**Excerpted data:**
-*-

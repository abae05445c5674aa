/*
 * main.c -- the feasgate command line.
 *
 *   feasgate serve [flags]                     the daemon (http/http.h)
 *   feasgate check MODEL.json REQUEST.json     one check offline, same engine
 *            [--samples N] [--seed S] [--workers N] [--chunk N] [--summary]
 *   feasgate register --store URL FILE...      add model documents to a store
 *   feasgate scenarios MODEL.json [--count N]  a model's scenarios, JSON or
 *            [--seed S] [--start I] [--stream design|validation] [--csv]
 *            [--max M]                         CSV (engine/scenarios.c)
 *   feasgate sample-size --half-width H ...    sample sizes (estimate/sizes.c)
 *   feasgate check --server URL [--key KEY]    the same gate run by a daemon
 *            MODEL_NAME REQUEST.json           (http/remote.c)
 *   feasgate keys add|list|revoke ...          API keys (http/keys_cli.c)
 *   feasgate version
 *
 * Exit status of `check`: 0 pass, 1 fail, 2 inconclusive, 3 usage or input
 * error, so a pipeline step can gate on it. Everything below main.c
 * reports errors through fg_status / fg_problem; only this file exits.
 */
#include "feasgate/engine.h"
#include "feasgate/model.h"
#include "http/http.h"
#include "store/store.h"

#include <cjson/cJSON.h>
#include <errno.h>
#include <math.h>
#include <stdio.h>
#include <stdlib.h>
#include <string.h>
#include <unistd.h>

#define EXIT_USAGE 3

static void usage(FILE *f) {
  fprintf(f,
          "usage:\n"
          "  feasgate serve [--listen HOST:PORT] [--store URL] [--workers N] "
          "...\n"
          "  feasgate check MODEL.json REQUEST.json [--samples N] [--seed S]\n"
          "                 [--workers N] [--chunk N] [--summary]\n"
          "  feasgate check --server URL [--key KEY] [--timeout S] MODEL_NAME "
          "REQUEST.json\n"
          "  feasgate keys add NAME --role ROLE | list | revoke NAME "
          "[--store URL]\n"
          "  feasgate register --store URL FILE...\n"
          "  feasgate scenarios MODEL.json [--count N] [--seed S] [--start I]\n"
          "                 [--stream design|validation] [--csv] [--max M]\n"
          "  feasgate version\n"
          "`feasgate serve --help` lists the daemon's settings.\n");
}

/* Read a whole file (at most FG_MAX_BODY_HARD bytes). */
static char *read_file(const char *path, size_t *len) {
  FILE *f = strcmp(path, "-") == 0 ? stdin : fopen(path, "rb");
  if (!f) {
    fprintf(stderr, "feasgate: cannot open %s: %s\n", path, strerror(errno));
    return NULL;
  }
  size_t cap = 65536, n = 0;
  char *buf = malloc(cap + 1);
  while (buf) {
    size_t r = fread(buf + n, 1, cap - n, f);
    n += r;
    if (r == 0) break;
    if (n == cap) {
      if (cap >= FG_MAX_BODY_HARD) {
        fprintf(stderr, "feasgate: %s is larger than %u bytes\n", path,
                FG_MAX_BODY_HARD);
        free(buf);
        buf = NULL;
        break;
      }
      cap *= 2;
      char *nb = realloc(buf, cap + 1);
      if (!nb) {
        free(buf);
        buf = NULL;
      }
      buf = nb;
    }
  }
  if (f != stdin) fclose(f);
  if (!buf) return NULL;
  buf[n] = '\0';
  *len = n;
  return buf;
}

static void print_problem(const char *what, const fg_problem *p) {
  fprintf(stderr, "feasgate: %s: %s%s%s\n", what, p->title,
          p->detail[0] ? ": " : "", p->detail);
  for (int i = 0; i < p->nitems; i++) {
    const fg_problem_item *it = &p->items[i];
    if (it->column > 0)
      fprintf(stderr, "  %s (column %d): %s\n", it->pointer, it->column,
              it->message);
    else
      fprintf(stderr, "  %s: %s\n", it->pointer[0] ? it->pointer : "(body)",
              it->message);
  }
  if (p->dropped) fprintf(stderr, "  ... and %d more\n", p->dropped);
  if (p->byte_offset >= 0)
    fprintf(stderr, "  (at byte offset %lld)\n", p->byte_offset);
}

static bool parse_u64(const char *s, uint64_t max, uint64_t *out) {
  char *end;
  errno = 0;
  if (!s || !*s || *s == '-') return false;
  unsigned long long v = strtoull(s, &end, 10);
  if (errno || *end || v > max) return false;
  *out = v;
  return true;
}

static fg_model *load_model(const char *path) {
  size_t len;
  char *text = read_file(path, &len);
  if (!text) return NULL;
  fg_problem p;
  fg_problem_init(&p);
  fg_model *m = NULL;
  if (fg_model_compile(text, len, &m, &p) != FG_OK) {
    print_problem(path, &p);
    m = NULL;
  }
  free(text);
  return m;
}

-*-

**What you are asked to do:**
Find how many lines in the material above contain "path", and answer with that number only.

**Solved problem:**
7